Stored data entries:
━━━━━━━━━━━━━━━━
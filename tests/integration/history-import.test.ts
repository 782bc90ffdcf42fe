import { afterAll, beforeAll, describe, expect, it } from 'vitest';
import type { APIContext } from 'astro';
import type { SeededSite } from '../../seeds/plant/seeded';
import type { Actor } from '../../src/domain/access/permissions';
import { guessLayout } from '../../src/domain/history-import/match';
import { HistoryReader } from '../../src/domain/history-import/read';
import {
  POST as importRoute,
  GET as listRoute,
} from '../../src/pages/api/sites/[site]/history-imports/index';
import { POST as undoRoute } from '../../src/pages/api/sites/[site]/history-imports/[import]/undo';
import type { HistoryImportView, HistoryLine } from '../../src/schemas/api/history-import';
import { asActor } from '../../src/server/db/transaction';
import { subjectsOf } from '../../src/server/queries/history-import';
import { importedDays, importedSiteDays, importedSteps } from '../../src/server/queries/history-readings';
import { siteFigures } from '../../src/server/services/figures';
import { readHistory } from '../../src/server/services/string-history';
import { readHeat, readUnits } from '../../src/server/services/string-units';
import { strangerIn } from '../support/as-built';
import { testDatabase, type TestDatabase } from '../support/database';
import { ask } from '../support/endpoint';
import { testFleet } from '../support/fleet';

let db: TestDatabase;
let site: SeededSite;
let analyst: Actor;
let zone: string;

beforeAll(async () => {
  db = await testDatabase();
  const fleet = await testFleet(db, ['Weirside Clinic']);
  site = fleet.site('Weirside Clinic');
  analyst = await fleet.actor('analyst@lowfield.example');
  zone = (
    await db.owner.query<{ zone: string }>('select time_zone as zone from site where id = $1', [site.id])
  ).rows[0]!.zone;
});
afterAll(() => db.drop());

const names = () => [...site.strings.keys()];
const idOf = (name: string) => site.strings.get(name)?.id ?? 0;
interface Problem {
  status: number;
  detail: string;
  fields: { field: string; message: string }[];
  current?: { import: string };
}

/** What the browser would send of this text. */
async function orderFor(text: string, more: object = {}) {
  const separator = text.includes(';') ? ';' : ',';
  const rows = text
    .trim()
    .split('\n')
    .map((line) => line.split(separator));
  const { known } = await asActor(analyst, (tx) => subjectsOf(tx, site.id));
  const layout = guessLayout(rows[0] ?? [], rows.slice(1, 40), known, true, zone);
  const reader = new HistoryReader(layout, known, Date.now() / 1000);
  rows.slice(1).forEach((cells, i) => reader.row(cells, i + 2, () => undefined));
  const seen = { rows: reader.rows, readings: reader.readings, leftOut: reader.leftOut };
  return { fileName: 'old logger.csv', separator, layout, seen, ...more };
}
async function send(
  text: string,
  more: object = {},
  who = analyst,
): Promise<{ lines: HistoryLine[]; made: HistoryImportView | undefined; problem: Problem | undefined }> {
  const body = `${JSON.stringify(await orderFor(text, more))}\n${text}`;
  const request = new Request('http://here/x', {
    method: 'POST',
    headers: { accept: 'application/x-ndjson', 'content-type': 'application/octet-stream' },
    body,
  });
  const context = {
    locals: { requestId: 'test', actor: who, viewer: { id: 'x' } },
    params: { site: site.ref },
    url: new URL(request.url),
    request,
    clientAddress: '127.0.0.1',
  };
  // of the whole context a route of ours reads only these
  const response = await importRoute(context as unknown as APIContext);
  if (!response.ok) return { lines: [], made: undefined, problem: (await response.json()) as Problem };
  const lines = (await response.text())
    .trim()
    .split('\n')
    .map((line) => JSON.parse(line) as HistoryLine);
  const last = lines.at(-1);
  return {
    lines,
    made: last && 'outcome' in last ? last.outcome : undefined,
    problem: last && 'problem' in last ? last.problem : undefined,
  };
}
const undo = (made: string, who = analyst) =>
  ask(undoRoute, {
    actor: who,
    method: 'POST',
    params: { site: site.ref, import: made },
    body: { reason: '' },
  });
const counted = async (table: string): Promise<number> =>
  (await db.owner.query<{ n: number }>(`select count(*)::int as n from ${table}`)).rows[0]!.n;

const two = (n: number) => String(n).padStart(2, '0');
/** A day of quarters of an hour by the site's clock: 10 A at 400 V from 8 to 16 o'clock, comma decimals. */
function day(date: string, name: string, energyOnly = false): string {
  const rows: string[] = [];
  for (let q = 32; q < 64; q++) {
    const time = `${date} ${two(Math.floor(q / 4))}:${two((q % 4) * 15)}`;
    rows.push(energyOnly ? `${time};${name};;;1,0` : `${time};${name};400,5;10,0;`);
  }
  return rows.join('\n');
}
const HEAD = 'Time;String;Voltage (V);Current (A);Energy (kWh)';

describe('an import', () => {
  it('is kept with its progress told, shown by day and step, and taken back without a trace of its readings', async () => {
    const [a, b] = names();
    const text = `${HEAD}\n${day('2024-05-04', a!)}\n${day('2024-05-04', b!, true)}\n2024-05-05 08:00;${a!};no signal;9,5;\n`;
    const { lines, made } = await send(text, { note: 'from the logger before ours' });
    expect(lines.filter((l) => 'progress' in l).map((l) => ('progress' in l ? l.progress.step : ''))).toEqual(
      ['reading', 'adding_up', 'kept'],
    );
    expect(made).toMatchObject({
      fileName: 'old logger.csv',
      rows: 65,
      readings: 65,
      leftOut: 1,
      doubles: 0,
      of: [a, b].sort().map((n) => `string ${n}`),
      note: 'from the logger before ours',
      undoneAt: null,
    });
    const span = { from: new Date('2024-05-03T00:00:00Z'), to: new Date('2024-05-07T00:00:00Z') };
    const [days, steps, ofSite] = await asActor(analyst, async (tx) => [
      await importedDays(tx, { stringId: idOf(a!) }, span, 'voltage', zone),
      await importedSteps(tx, { stringId: idOf(a!) }, span, 'power', 900),
      await importedSiteDays(tx, [site.id], '2024-05-01', '2024-05-31'),
    ]);
    // 400.5 V × 10 A over 32 quarters of an hour
    expect(days[0]).toMatchObject({ value: expect.closeTo(400.5, 3), energy: expect.closeTo(32_040, 0) });
    expect(steps).toHaveLength(33); // the last one has a current and no voltage
    expect(steps[32]?.value).toBeNull();
    expect(steps[0]).toMatchObject({
      value: expect.closeTo(4005, 1),
      energy: expect.closeTo(1001.25, 2),
      stepS: 900,
    });
    expect(ofSite[0]).toMatchObject({
      day: '2024-05-04',
      energyAc: null,
      energyDc: expect.closeTo(64_040, 0),
    });

    // what pages show of it
    const shown = await asActor(analyst, async (tx) => ({
      history: await readHistory(
        tx,
        site.strings.get(a!)?.ref ?? '',
        { range: 'day', quantity: 'voltage', on: '2024-05-04' },
        new Date(),
      ),
      figures: await siteFigures(tx, site.ref, '2024-05', new Date()),
    }));
    expect(shown.history.imported.values.filter((v) => v !== null)).toHaveLength(32);
    expect(shown.history.at).toEqual([]); // nothing of it passes for measured
    expect(shown.figures.imported[0]).toEqual({
      day: '2024-05-04',
      energyKWh: expect.closeTo(64.04, 2),
      side: 'dc',
    });
    expect(shown.figures.now?.energyKWh ?? 0).toBe(0);

    const response = await undo(made!.id);
    expect(response.status).toBe(200);
    expect(await response.json()).toMatchObject({
      undoneBy: expect.any(String),
      undoneAt: expect.any(String),
    });
    expect([await counted('history_reading'), await counted('history_day')]).toEqual([0, 0]);
    expect(
      await asActor(analyst, (tx) => importedSiteDays(tx, [site.id], '2024-05-01', '2024-05-31')),
    ).toEqual([]);
    expect((await undo(made!.id)).status).toBe(409);
    const list = (await (await ask(listRoute, { actor: analyst, params: { site: site.ref } })).json()) as {
      imports: HistoryImportView[];
    };
    expect(list.imports).toHaveLength(1);
    const audit = await db.owner.query<{ action: string }>(
      `select action from audit_entry where action like 'history.%' order by id`,
    );
    expect(audit.rows.map((r) => r.action)).toEqual(['history.imported', 'history.undone']);
  });

  it('of the same file again is told; after it was taken back it is welcome', async () => {
    const text = `${HEAD}\n${day('2024-06-01', names()[0]!)}\n`;
    const first = await send(text);
    expect(first.made?.readings).toBe(32);
    const kept = await counted('history_reading');
    const again = await send(text);
    expect(again.problem).toMatchObject({
      status: 409,
      detail: expect.stringContaining('was imported already'),
    });
    expect(await counted('history_reading')).toBe(kept);
    await undo(first.made!.id);
    expect((await send(text)).made?.readings).toBe(32);
  });

  it('keeps nothing where the server reads otherwise than the page showed, or nothing can be read', async () => {
    const before = await counted('history_reading');
    const text = `${HEAD}\n${day('2024-07-01', names()[0]!)}\n`;
    const other = await send(text, { seen: { rows: 32, readings: 32, leftOut: 3 } });
    expect(other.problem).toMatchObject({ status: 409 });
    const bad = await send(`${HEAD}\nsometime;${names()[0]!};400;1;\n`);
    expect(bad.problem).toMatchObject({ status: 422, fields: [{ field: 'rows.2.0' }] });
    expect(await counted('history_reading')).toBe(before);
    expect(await counted('history_series')).toBeGreaterThan(0);
  });

  it('never stands in for a day that was measured', async () => {
    const text = `${HEAD}\n${day('2024-08-01', names()[0]!)}\n${day('2024-08-02', names()[0]!)}\n`;
    await send(text);
    await db.owner.query(
      `insert into site_day (site_id, day, energy_ac, energy_dc) values ($1, '2024-08-01', 5000, 5200)`,
      [site.id],
    );
    const days = await asActor(analyst, (tx) => importedSiteDays(tx, [site.id], '2024-08-01', '2024-08-31'));
    expect(days.map((d) => d.day)).toEqual(['2024-08-02']);
  });

  it('of single units stands where a string’s units are shown and nothing was reported', async () => {
    const name = names()[2]!;
    const rows = [1, 2].flatMap((position) =>
      [40, 41, 42].map(
        (q) =>
          `2024-09-03 ${two(Math.floor(q / 4))}:${two((q % 4) * 15)};${name};${position};${38 + position},5;9,0`,
      ),
    );
    const { made } = await send(`Time;String;Position;Voltage (V);Current (A)\n${rows.join('\n')}\n`);
    expect(made?.readings).toBe(6);
    const ref = site.strings.get(name)!.ref;
    const query = { on: '2024-09-03', range: 'day', quantity: 'voltage' } as const;
    const units = await asActor(analyst, (tx) => readUnits(tx, ref, query, new Date()));
    expect([units.imported, units.resolution, units.at.length]).toEqual([true, 'quarter', 3]);
    expect(units.lines.slice(0, 3).map((l) => l.values)).toEqual([
      [39.5, 39.5, 39.5],
      [40.5, 40.5, 40.5],
      [null, null, null],
    ]);
    const heat = await asActor(analyst, (tx) => readHeat(tx, ref, query, new Date()));
    expect([heat.imported, heat.stepS, heat.at]).toEqual([true, 900, units.at]);
    expect(heat.rows[1]?.values).toEqual([40.5, 40.5, 40.5]);
    const other = await asActor(analyst, (tx) =>
      readUnits(tx, ref, { ...query, on: '2024-09-05' }, new Date()),
    );
    expect([other.imported, other.at]).toEqual([false, []]);
  });

  it('is nobody else’s: not the technician’s to make, not another organisation’s to see', async () => {
    const text = `${HEAD}\n${day('2024-09-01', names()[0]!)}\n`;
    expect((await send(text, {}, { ...analyst, role: 'technician' })).problem).toMatchObject({ status: 403 });
    const stranger = await strangerIn(db);
    expect((await send(text, {}, stranger)).problem).toMatchObject({ status: 404 });
    const seen = await asActor(stranger, async (tx) => [
      (await tx.raw<{ rows: unknown[] }>('select * from history_import')).rows,
      (await tx.raw<{ rows: unknown[] }>('select * from history_reading')).rows,
      (await tx.raw<{ rows: unknown[] }>('select * from history_day')).rows,
    ]);
    expect(seen).toEqual([[], [], []]);
  });
});

it('60,000 rows are read as a stream, each reading there once', async () => {
  const name = names()[0]!;
  const lines = [HEAD];
  const start = Date.UTC(2018, 0, 1) / 1000;
  for (let i = 0; i < 60_000; i++)
    lines.push(`${new Date((start + i * 900) * 1000).toISOString()};${name};400;5;`);
  lines.push(lines[1]!); // far from its first
  const before = await counted('history_reading');
  const heap = process.memoryUsage().heapUsed;
  const { made, problem } = await send(`${lines.join('\n')}\n`);
  expect(problem).toBeUndefined();
  expect(made).toMatchObject({ rows: 60_001, readings: 60_000, doubles: 1 });
  expect(await counted('history_reading')).toBe(before + 60_000);
  expect(process.memoryUsage().heapUsed - heap).toBeLessThan(200 * 1024 * 1024);
}, 60_000);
━━━━━━━━━━━━━━━━
(Work task) Which lines of the records above contain the word "values"? Report each one.

(Task response)
    expect(shown.history.imported.values.filter((v) => v !== null)).toHaveLength(32);
      `insert into site_day (site_id, day, energy_ac, energy_dc) values ($1, '2024-08-01', 5000, 5200)`,
    expect(units.lines.slice(0, 3).map((l) => l.values)).toEqual([
    expect(heat.rows[1]?.values).toEqual([40.5, 40.5, 40.5]);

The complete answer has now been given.